1. Convert [tex]\(\frac{1}{3}\)[/tex]:
[tex]\[ \frac{1}{3} = \frac{1 \times 90}{3 \times 90} = \frac{90}{270} \][/tex]
2. Convert [tex]\(\frac{2}{9}\)[/tex]:
[tex]\[ \frac{2}{9} = \frac{2 \times 30}{9 \times 30} = \frac{60}{270} \][/tex]

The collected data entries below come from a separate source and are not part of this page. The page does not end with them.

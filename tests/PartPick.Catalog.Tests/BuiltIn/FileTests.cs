namespace PartPick.Catalog.Tests.BuiltIn;

public class FileTests
{
    public static TheoryData<PartKind> Kinds => [.. PartKinds.All];

    [Theory]
    [MemberData(nameof(Kinds))]
    public void Every_row_is_read(PartKind kind)
    {
        string text = BuiltInParts.FileText(kind);

        var (parts, problems) = PartCsv.Read(kind, new StringReader(text), "file");

        Assert.Empty(problems);
        Assert.Equal(text.Count(character => character == '\n') - 1, parts.Count);
        Assert.Equal(parts.Count, BuiltInParts.Catalog.OfKind(kind).Count());
    }

    [Theory]
    [MemberData(nameof(Kinds))]
    public void Written_again_a_file_is_the_same(PartKind kind)
    {
        string text = BuiltInParts.FileText(kind);
        var (parts, _) = PartCsv.Read(kind, new StringReader(text), "file");

        var written = new StringWriter();
        PartCsv.Write(kind, parts, written);

        Assert.Equal(text, written.ToString());
    }

    [Theory]
    [MemberData(nameof(Kinds))]
    public void A_file_is_plain_text_with_line_feeds(PartKind kind)
    {
        byte[] bytes = BuiltInParts.FileBytes(kind);

        Assert.All(bytes, each => Assert.InRange(each, (byte)'\n', (byte)'~'));
        Assert.DoesNotContain((byte)'\r', bytes);
        Assert.Equal((byte)'\n', bytes[^1]);
    }

    [Theory]
    [InlineData(PartKind.Crystal, 200)]
    [InlineData(PartKind.Capacitor, 250)]
    [InlineData(PartKind.Resistor, 177)]
    [InlineData(PartKind.Inverter, 12)]
    [InlineData(PartKind.Counter, 4)]
    [InlineData(PartKind.Port, 8)]
    [InlineData(PartKind.Transistor, 10)]
    public void There_are_enough_parts_to_choose_from(PartKind kind, int least) =>
        Assert.True(BuiltInParts.Catalog.OfKind(kind).Count() >= least);

    [Fact]
    public void No_two_ids_differ_by_case_alone() =>
        Assert.Distinct(BuiltInParts.Catalog.All.Select(part => part.Id), StringComparer.OrdinalIgnoreCase);
}
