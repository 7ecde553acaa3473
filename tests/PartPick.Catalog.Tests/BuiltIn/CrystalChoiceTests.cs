namespace PartPick.Catalog.Tests.BuiltIn;

public class CrystalChoiceTests
{
    // The usual frequencies of the trade, with the binary ones of time bases (common practice).
    private static readonly double[] UsualMegahertz =
    [
        0.032768, 1.024, 1.8432, 2, 2.048, 3, 3.2768, 3.6864, 4, 4.096, 4.194304, 5, 6, 7.3728, 8, 8.192, 10, 11.0592, 12, 14.31818,
        14.7456, 16, 16.384, 18.432, 20, 22, 22.1184, 24, 25, 26, 27, 32, 32.768, 40, 48, 50,
    ];

    private static IEnumerable<CrystalPart> Crystals => BuiltInParts.Catalog.Crystals;

    [Fact]
    public void Every_usual_frequency_comes_in_several_loads_or_grades() => Assert.All(UsualMegahertz, megahertz =>
    {
        CrystalPart[] same = [.. Crystals.Where(crystal => Math.Abs(crystal.FrequencyHz - (megahertz * 1e6)) < 0.5)];
        Assert.True(same.Length >= 3);
        Assert.True(same.Select(crystal => crystal.LoadFarads).Distinct().Count() >= 2);
        Assert.True(same.Select(crystal => crystal.ToleranceRatio).Distinct().Count() >= 2);
    });

    [Fact]
    public void Loads_are_the_usual_ones()
    {
        // Makers' tables; 6, 7, 9 and 12.5 pF: CTS TF20 data sheet.
        double[] at = [8, 9, 10, 12, 13, 16, 18, 20, 24, 30, 32];
        double[] fork = [6, 7, 9, 12.5];
        Assert.All(Crystals.Where(crystal => crystal.LoadFarads is not null), crystal => Assert.Contains(
            Math.Round(crystal.LoadFarads!.Value / BuiltInParts.Pico, 3), crystal.Cut == CrystalCut.Fork ? fork : at));
    }

    [Fact]
    public void Each_usual_fork_load_is_there() => Assert.Equal(
        [6, 7, 9, 12.5],
        Crystals.Where(crystal => crystal.Cut == CrystalCut.Fork)
            .Select(crystal => Math.Round(crystal.LoadFarads!.Value / BuiltInParts.Pico, 3)).Distinct().Order());

    [Fact]
    public void Some_crystals_are_for_series_resonance() =>
        Assert.InRange(Crystals.Count(crystal => crystal.LoadFarads is null), 10, 60);

    [Fact]
    public void Low_frequencies_need_the_large_holder()
    {
        Assert.All(Crystals.Where(crystal => crystal.Cut == CrystalCut.AT && crystal.FrequencyHz < 3.2e6),
            crystal => Assert.Equal("HC-49/U", crystal.Holder));
        Assert.All(Crystals.Where(crystal => crystal.Holder == "5032"), crystal => Assert.True(crystal.FrequencyHz >= 8e6));
        Assert.All(Crystals.Where(crystal => crystal.Holder == "3225"), crystal => Assert.True(crystal.FrequencyHz >= 12e6));
    }

    [Fact]
    public void High_frequencies_are_not_made_as_fundamentals_in_through_hole_holders() => Assert.All(
        Crystals.Where(crystal => crystal.FrequencyHz > 30e6), crystal => Assert.Contains(crystal.Holder, new[] { "5032", "3225" }));

    [Fact]
    public void Every_crystal_is_a_fundamental() => Assert.All(Crystals, crystal => Assert.Equal(1, crystal.Overtone));

    [Fact]
    public void A_tighter_tolerance_never_costs_less()
    {
        int compared = 0;
        foreach (var group in Crystals.GroupBy(crystal => (crystal.FrequencyHz, crystal.Holder, crystal.LoadFarads)))
        {
            foreach (var (tight, loose) in group.OrderBy(crystal => crystal.ToleranceRatio).Neighbours())
            {
                compared++;
                Assert.True(tight.StabilityRatio is null || tight.StabilityRatio <= loose.StabilityRatio, tight.Id);
                Assert.All([1, 10, 100, 1000], quantity => Assert.True(tight.CostEach(quantity) >= loose.CostEach(quantity), tight.Id));
            }
        }

        Assert.True(compared >= 40);
    }
}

3. Convert [tex]\(\frac{1}{10}\)[/tex]:
[tex]\[ \frac{1}{10} = \frac{1 \times 27}{10 \times 27} = \frac{27}{270} \][/tex]
### Step 3: Add the Numerators
Now, add the converted fractions by summing the numerators:
[tex]\[ \frac{90}{270} + \frac{60}{270} + \frac{27}{270} = \frac{90 + 60 + 27}{270} = \frac{177}{270} \][/tex]
### Step 4: Simplify the Fraction
The fraction [tex]\(\frac{177}{270}\)[/tex] cannot be simplified further since 177 and 270 do not share any common factors other than 1. Therefore, the simplified fraction remains [tex]\(\frac{177}{270}\)[/tex].
However, it must be noted that the fraction results approximately in decimal form as:
[tex]\[ \frac{177}{270} \approx 0.2851851851851852 \][/tex]
### Conclusion
Given the detailed steps, let's compare this result to the options provided:
A. [tex]\(\frac{1+2+1}{3+9+10} = \frac{4}{22}\)[/tex] (This is incorrect as it results in 0.181)
B. [tex]\(\frac{30+20+9}{90} = \frac{59}{90}\)[/tex] (This is incorrect as it results in 0.655)
C. [tex]\(\frac{1+2+1}{90} = \frac{4}{90}\)[/tex] (This is incorrect as it results in 0.044)
D. [tex]\(\frac{1 \times 2 \times 1}{3 \times 9 \times 10} = \frac{2}{270}\)[/tex] (This is incorrect as it results in 0.0074)
E. [tex]\(\frac{1 \times 2 \times 1}{90} = \frac{2}{90}\)[/tex] (This is incorrect as it results in 0.022)
Clearly, none of the options directly match the simplified fractional form, but considering approximate equivalence in decimal form, the expression corresponding to our calculation which maintains accuracy is:
\[
\boxed{\frac{77}{270} \approx 0.2851851851851852}\
Checking all the given expressions none of them matches the desired result accurately. The best approach would be a revision or re-interpretation of answers if expressions undergo manipulation.